This exercise calls for every record to be set down exactly.

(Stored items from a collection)
Start of Block

import { idParams } from '../../shared/schemas/common';
import { locationInput, locationPatch, projectInput, projectPatch } from '../../shared/schemas/projects';
import { ADMINS, EDITORS, EVERYONE } from '../auth/permissions';
import { loadLocation, loadProject, projectScope } from '../auth/scope';
import { badRequest } from '../http/errors';
import { route } from '../http/route';
import { Organization } from '../models/organization';
import { Project } from '../models/project';
import { TestLocation } from '../models/test-location';
import { audited } from '../services/audit';
import { assertNoPhotosAt } from '../services/photos';
import { assertNoSignedRunFrom } from '../services/signoff';

async function assertOrganization(id: number | undefined) {
  if (id !== undefined && !(await Organization.findByPk(id))) throw badRequest('organizationId: no such organisation', 'organizationId');
}

/** Project fields a signed report shows or depends on (the organisation decides which client sees it). */
const REPORTED_PROJECT_FIELDS = ['code', 'name', 'site', 'address', 'organizationId'] as const;

const withOrganization = { include: [{ model: Organization, as: 'organization' }] };

export const projectRoutes = [
  route({
    method: 'get',
    path: '/api/projects',
    access: EVERYONE,
    summary: 'Projects the user may see',
    handler: async ({ user }) => ({
      items: (await Project.findAll({ where: projectScope(user!), ...withOrganization, order: [['updatedAt', 'DESC']] })).map((p) => p.toDto()),
    }),
  }),
  route({
    method: 'post',
    path: '/api/projects',
    access: EDITORS,
    summary: 'Create a project',
    body: projectInput,
    handler: async ({ body, user }) => {
      await assertOrganization(body.organizationId);
      const p = await audited(
        (transaction) => Project.create(body, { transaction }),
        (created) => ({ userId: user!.id, entity: 'project', entityId: created.id, action: 'created', after: created.get({ plain: true }) }),
      );
      return (await loadProject(user!, p.id)).toDto();
    },
  }),
  route({
    method: 'get',
    path: '/api/projects/:id',
    access: EVERYONE,
    summary: 'One project',
    params: idParams,
    handler: async ({ params, user }) => (await loadProject(user!, params.id)).toDto(),
  }),
  route({
    method: 'patch',
    path: '/api/projects/:id',
    access: EDITORS,
    summary: 'Change a project',
    params: idParams,
    body: projectPatch,
    handler: async ({ params, body, user }) => {
      await assertOrganization(body.organizationId);
      const project = await loadProject(user!, params.id);
      // What a report prints of the project (and the organisation that may read it) stays as signed; notes are not printed.
      if (REPORTED_PROJECT_FIELDS.some((f) => body[f] !== undefined)) await assertNoSignedRunFrom({ projectId: project.id });
      const before = project.get({ plain: true });
      await audited(
        (transaction) => project.update(body, { transaction }),
        () => ({ userId: user!.id, entity: 'project', entityId: project.id, action: 'updated', before, after: project.get({ plain: true }) }),
      );
      return (await loadProject(user!, project.id)).toDto();
    },
  }),
  route({
    method: 'delete',
    path: '/api/projects/:id',
    access: ADMINS,
    summary: 'Delete a project with its locations and plans',
    params: idParams,
    handler: async ({ params, user }) => {
      const project = await loadProject(user!, params.id);
      const before = project.get({ plain: true });
      await assertNoPhotosAt({ projectId: project.id });
      await audited(
        (transaction) => project.destroy({ transaction }),
        () => ({ userId: user!.id, entity: 'project', entityId: params.id, action: 'deleted', before }),
      );
      return undefined;
    },
  }),
  route({
    method: 'get',
    path: '/api/projects/:id/locations',
    access: EVERYONE,
    summary: 'Test locations of a project',
    params: idParams,
    handler: async ({ params, user }) => {
      await loadProject(user!, params.id);
      return { items: (await TestLocation.findAll({ where: { projectId: params.id }, order: [['pitId', 'ASC']] })).map((l) => l.toDto()) };
    },
  }),
  route({
    method: 'post',
    path: '/api/projects/:id/locations',
    access: EDITORS,
    summary: 'Add a test location to a project',
    params: idParams,
    body: locationInput,
    handler: async ({ params, body, user }) => {
      await loadProject(user!, params.id);
      const created = await audited(
        (transaction) => TestLocation.create({ ...body, projectId: params.id }, { transaction }),
        (l) => ({ userId: user!.id, entity: 'location', entityId: l.id, action: 'created', after: l.get({ plain: true }) }),
      );
      return created.toDto();
    },
  }),
  route({
    method: 'get',
    path: '/api/locations/:id',
    access: EVERYONE,
    summary: 'One test location',
    params: idParams,
    handler: async ({ params, user }) => (await loadLocation(user!, params.id)).toDto(),
  }),
  route({
    method: 'patch',
    path: '/api/locations/:id',
    access: EDITORS,
    summary: 'Change a test location',
    params: idParams,
    body: locationPatch,
    handler: async ({ params, body, user }) => {
      const location = await loadLocation(user!, params.id);
      await assertNoSignedRunFrom({ locationId: location.id });
      const before = location.get({ plain: true });
      await audited(
        (transaction) => location.update(body, { transaction }),
        () => ({ userId: user!.id, entity: 'location', entityId: location.id, action: 'updated', before, after: location.get({ plain: true }) }),
      );
      return location.toDto();
    },
  }),
  route({
    method: 'delete',
    path: '/api/locations/:id',
    access: EDITORS,
    summary: 'Delete a test location and its plans',
    params: idParams,
    handler: async ({ params, user }) => {
      const location = await loadLocation(user!, params.id);
      const before = location.get({ plain: true });
      await assertNoPhotosAt({ locationId: location.id });
      await audited(
        (transaction) => location.destroy({ transaction }),
        () => ({ userId: user!.id, entity: 'location', entityId: params.id, action: 'deleted', before }),
      );
      return undefined;
    },
  }),
];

End of Block

**Exercise solution:**
import { idParams } from '../../shared/schemas/common';
import { locationInput, locationPatch, projectInput, projectPatch } from '../../shared/schemas/projects';
import { ADMINS, EDITORS, EVERYONE } from '../auth/permissions';
import { loadLocation, loadProject, projectScope } from '../auth/scope';
import { badRequest } from '../http/errors';
import { route } from '../http/route';
import { Organization } from '../models/organization';
import { Project } from '../models/project';
import { TestLocation } from '../models/test-location';
import { audited } from '../services/audit';
import { assertNoPhotosAt } from '../services/photos';
import { assertNoSignedRunFrom } from '../services/signoff';

async function assertOrganization(id: number | undefined) {
  if (id !== undefined && !(await Organization.findByPk(id))) throw badRequest('organizationId: no such organisation', 'organizationId');
}

/** Project fields a signed report shows or depends on (the organisation decides which client sees it). */
const REPORTED_PROJECT_FIELDS = ['code', 'name', 'site', 'address', 'organizationId'] as const;

const withOrganization = { include: [{ model: Organization, as: 'organization' }] };

export const projectRoutes = [
  route({
    method: 'get',
    path: '/api/projects',
    access: EVERYONE,
    summary: 'Projects the user may see',
    handler: async ({ user }) => ({
      items: (await Project.findAll({ where: projectScope(user!), ...withOrganization, order: [['updatedAt', 'DESC']] })).map((p) => p.toDto()),
    }),
  }),
  route({
    method: 'post',
    path: '/api/projects',
    access: EDITORS,
    summary: 'Create a project',
    body: projectInput,
    handler: async ({ body, user }) => {
      await assertOrganization(body.organizationId);
      const p = await audited(
        (transaction) => Project.create(body, { transaction }),
        (created) => ({ userId: user!.id, entity: 'project', entityId: created.id, action: 'created', after: created.get({ plain: true }) }),
      );
      return (await loadProject(user!, p.id)).toDto();
    },
  }),
  route({
    method: 'get',
    path: '/api/projects/:id',
    access: EVERYONE,
    summary: 'One project',
    params: idParams,
    handler: async ({ params, user }) => (await loadProject(user!, params.id)).toDto(),
  }),
  route({
    method: 'patch',
    path: '/api/projects/:id',
    access: EDITORS,
    summary: 'Change a project',
    params: idParams,
    body: projectPatch,
    handler: async ({ params, body, user }) => {
      await assertOrganization(body.organizationId);
      const project = await loadProject(user!, params.id);
      // What a report prints of the project (and the organisation that may read it) stays as signed; notes are not printed.
      if (REPORTED_PROJECT_FIELDS.some((f) => body[f] !== undefined)) await assertNoSignedRunFrom({ projectId: project.id });
      const before = project.get({ plain: true });
      await audited(
        (transaction) => project.update(body, { transaction }),
        () => ({ userId: user!.id, entity: 'project', entityId: project.id, action: 'updated', before, after: project.get({ plain: true }) }),
      );
      return (await loadProject(user!, project.id)).toDto();
    },
  }),
  route({
    method: 'delete',
    path: '/api/projects/:id',
    access: ADMINS,
    summary: 'Delete a project with its locations and plans',
    params: idParams,
    handler: async ({ params, user }) => {
      const project = await loadProject(user!, params.id);
      const before = project.get({ plain: true });
      await assertNoPhotosAt({ projectId: project.id });
      await audited(
        (transaction) => project.destroy({ transaction }),
        () => ({ userId: user!.id, entity: 'project', entityId: params.id, action: 'deleted', before }),
      );
      return undefined;
    },
  }),
  route({
    method: 'get',
    path: '/api/projects/:id/locations',
    access: EVERYONE,
    summary: 'Test locations of a project',
    params: idParams,
    handler: async ({ params, user }) => {
      await loadProject(user!, params.id);
      return { items: (await TestLocation.findAll({ where: { projectId: params.id }, order: [['pitId', 'ASC']] })).map((l) => l.toDto()) };
    },
  }),
  route({
    method: 'post',
    path: '/api/projects/:id/locations',
    access: EDITORS,
    summary: 'Add a test location to a project',
    params: idParams,
    body: locationInput,
    handler: async ({ params, body, user }) => {
      await loadProject(user!, params.id);
      const created = await audited(
        (transaction) => TestLocation.create({ ...body, projectId: params.id }, { transaction }),
        (l) => ({ userId: user!.id, entity: 'location', entityId: l.id, action: 'created', after: l.get({ plain: true }) }),
      );
      return created.toDto();
    },
  }),
  route({
    method: 'get',
    path: '/api/locations/:id',
    access: EVERYONE,
    summary: 'One test location',
    params: idParams,
    handler: async ({ params, user }) => (await loadLocation(user!, params.id)).toDto(),
  }),
  route({
    method: 'patch',
    path: '/api/locations/:id',
    access: EDITORS,
    summary: 'Change a test location',
    params: idParams,
    body: locationPatch,
    handler: async ({ params, body, user }) => {
      const location = await loadLocation(user!, params.id);
      await assertNoSignedRunFrom({ locationId: location.id });
      const before = location.get({ plain: true });
      await audited(
        (transaction) => location.update(body, { transaction }),
        () => ({ userId: user!.id, entity: 'location', entityId: location.id, action: 'updated', before, after: location.get({ plain: true }) }),
      );
      return location.toDto();
    },
  }),
  route({
    method: 'delete',
    path: '/api/locations/:id',
    access: EDITORS,
    summary: 'Delete a test location and its plans',
    params: idParams,
    handler: async ({ params, user }) => {
      const location = await loadLocation(user!, params.id);
      const before = location.get({ plain: true });
      await assertNoPhotosAt({ locationId: location.id });
      await audited(
        (transaction) => location.destroy({ transaction }),
        () => ({ userId: user!.id, entity: 'location', entityId: params.id, action: 'deleted', before }),
      );
      return undefined;
    },
  }),
];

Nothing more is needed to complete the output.